The polls have closed and the vote counting has begun in a historic election in Pakistan. If all proceeds well, this will mark the first transition of power from one civilian government to another since the founding of Pakistan 66 years ago. The election season has not been without constant insecurity and violence. Chaudhry Zulfiqar Ali, a prominent prosecutor, was gunned down on his way to court in Rawlpindi last week.  He had been prosecuting numerous high-profile terrorism cases, including some linked to the assassination of former Prime Minister, Benazir Bhutto. Sadiq Zaman Khattak and his son were also gunned down in Karachi last week, while leaving a mosque. Khattak was a candidate for the National Assembly from the Awami National Party, a liberal, anti-Taliban party. Explosions and shootings across the country in the days and weeks leading up to the election killed and injured many. Pakistan’s Interior Ministry expelled New York Times journalist Declan Walsh, one of the best western journalists in Pakistan, on charges of “undesirable activities.” The day of the election was not entirely peaceful or smooth either

  • In Karachi, 11 people were killed in the bombing of a political office and voting was halted at 42 polling places and the votes there will have to be re-run. 
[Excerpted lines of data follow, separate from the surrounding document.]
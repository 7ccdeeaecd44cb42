import fc from 'fast-check'
import { describe, expect, it } from 'vitest'
import { blackbodyRange, transportWavelengths } from '../../src/dust/wavelength-grid.js'

describe('transportWavelengths', () => {
  it('covers the range asked for in bins at most 1.5 % wide, with an edge at, or half a bin from, each breakpoint', () => {
    const wavelength = fc.double({ min: Math.log(1e-7), max: Math.log(30), noNaN: true }).map(Math.exp)
    fc.assert(
      fc.property(wavelength, wavelength, fc.array(wavelength, { maxLength: 40 }), (shortest, longest, breakpoints) => {
        const grid = transportWavelengths(shortest, longest, breakpoints)
        const { count, edges, centres, widthsHz } = grid
        expect(edges).toHaveLength(count + 1)
        expect(edges[0]).toBe(Math.min(shortest, 5e-6))
        expect(edges[count]).toBe(Math.max(longest, 3))
        for (let k = 0; k < count; k++) {
          expect(edges[k + 1] / edges[k]).toBeLessThan(Math.exp(0.015) * (1 + 1e-12))
          expect(centres[k] > edges[k] && centres[k] < edges[k + 1] && widthsHz[k] > 0).toBe(true)
        }
        for (const stop of breakpoints) {
          if (stop < edges[0] || stop > edges[count]) continue
          expect(Math.min(...Array.from(edges, (edge) => Math.abs(Math.log(edge / stop))))).toBeLessThan(0.00751)
        }
      }),
      { numRuns: 30 }
    )
  })

  it('puts a lone breakpoint exactly on an edge', () => {
    expect(transportWavelengths(1, 1, [1e-4]).edges).toContain(1e-4)
  })

  it('has about nine hundred bins for an ordinary scene', () => {
    const [shortest, longest] = blackbodyRange(2500)
    const { count } = transportWavelengths(shortest, longest, [])
    expect(count).toBeGreaterThan(850)
    expect(count).toBeLessThan(950)
  })
})
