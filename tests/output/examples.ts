import { type StokesPlanes, stokesPlanes } from '../../src/camera/stokes-planes.js'
import type { ApertureSpectrum, CameraImages } from '../../src/camera/types.js'
import type { Scene } from '../../src/scene/types.js'

const arcsecond = Math.PI / 648000
const parsec = (648000 / Math.PI) * 1.495978707e13

/** A scene with nothing in it but what files quote. */
export function exampleScene(change: Partial<Scene> = {}): Scene {
  return {
    file: 'example.yaml',
    title: 'Example source',
    distance: 250 * parsec,
    sky: { raDeg: 84.21, decDeg: -31.7 },
    seed: '',
    sources: [],
    opacities: {},
    dust: [],
    grid: { kind: 'auto', radial: 0, polar: 0, azimuthal: 0, width: 0, finest: 12, cellsAtMost: 300_000 },
    effort: { precision: 0.01, equilibrium: 0, cameras: 0, equilibriumAsked: false },
    cameras: [],
    spectra: [],
    inputs: [],
    locate: () => ({ file: 'example.yaml', line: 1, column: 1 }),
    ...change
  }
}

interface ImageOptions {
  /** Q and U (cgs) of a pixel, V a hundredth of the intensity, errors a tenth of V. */
  polarised?: (x: number, y: number) => [q: number, u: number]
  pixels?: [number, number]
  fieldArcsec?: [number, number]
  unit?: string
  wavelengths?: number[]
}

/** Images whose total is `intensity(x, y, k)` (cgs), with 1 % errors that are alike in all pixels (one mode), half emitted and half scattered. */
export function exampleImages(intensity: (x: number, y: number, k: number) => number, options: ImageOptions = {}): CameraImages {
  const { pixels = [6, 4], fieldArcsec = [12, 8], unit = 'MJy/sr', wavelengths = [0.55e-4, 870e-4] } = options
  const [width, height] = pixels
  const total = new Float64Array(width * height * wavelengths.length)
  for (let k = 0; k < wavelengths.length; k++) {
    for (let y = 0; y < height; y++) {
      for (let x = 0; x < width; x++) total[(k * height + y) * width + x] = intensity(x, y, k)
    }
  }
  return {
    camera: {
      name: 'face',
      view: { inclination: (35 * Math.PI) / 180, azimuth: 0, roll: 0 },
      field: [fieldArcsec[0] * arcsecond, fieldArcsec[1] * arcsecond],
      pixels,
      wavelengths,
      unit
    },
    width,
    height,
    total,
    sigma: total.map((value) => value / 100),
    modes: Int8Array.from({ length: 16 * total.length }, (_, i) => (Math.floor(i / (width * height)) % 16 === 0 ? 127 : 0)),
    direct: new Float64Array(total.length),
    emitted: total.map((value) => value / 2),
    scattered: total.map((value) => value / 2),
    stars: [],
    samplingError: wavelengths.map(() => 0),
    beyond: wavelengths.map(() => 0),
    ...(options.polarised && { stokes: exampleStokes(total, width, height, options.polarised) })
  }
}

function exampleStokes(
  total: Float64Array,
  width: number,
  height: number,
  polarised: NonNullable<ImageOptions['polarised']>
): StokesPlanes {
  const planes = stokesPlanes(total.length)
  for (let i = 0; i < total.length; i++) {
    const [q, u] = polarised(i % width, Math.floor(i / width) % height)
    planes.q[i] = q
    planes.u[i] = u
    planes.v[i] = total[i] / 100
    for (const sigma of ['sigmaQ', 'sigmaU', 'sigmaV'] as const) planes[sigma][i] = total[i] / 1000
  }
  return planes
}

/** A spectrum with the totals given (cgs), 10 % errors, half direct and half emitted. */
export function exampleSpectrum(wavelengths: number[], flux: number[], unit = 'Jy'): ApertureSpectrum {
  const total = Float64Array.from(flux)
  return {
    spectrum: { name: 'sed', view: { inclination: 0, azimuth: 0, roll: 0 }, aperture: 6 * arcsecond, wavelengths, unit },
    total,
    sigma: total.map((value) => value / 10),
    direct: total.map((value) => value / 2),
    emitted: total.map((value) => value / 2),
    scattered: new Float64Array(total.length),
    samplingError: flux.map(() => 0)
  }
}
  • Seven people were injured in a bombing in Peshawar 
  • Clashes between two rival groups in Chaman killed three and injured more 
  • An explosion in Mardan injured four
  • Further explosions were reported in Quetta and Peshawar 

 Despite this, the Election Commission authorities said they were expecting a high turnout, between 60 and 80 percent, a dramatic increase from the 44 percent turnout in 2008. Preliminary results seem to indicate that the turnout was quite high and, though there have been allegations of vote tampering in Karachi, the election has proceeded freely and fairly in other areas of the country. This election, though not perfect, shows the important progress being made in Pakistan. Democracy is not easy. It is much more than a ballot box. True democracy is difficult and can take years of struggle to achieve. But this election, which so many people in Pakistan have sacrificed to be a part of, despite the threat of violence and the warnings from the Taliban, lays the foundation for that culture of democracy. It shows the courage and determination of the Pakistani people and their desire to move forward as one, democratic state.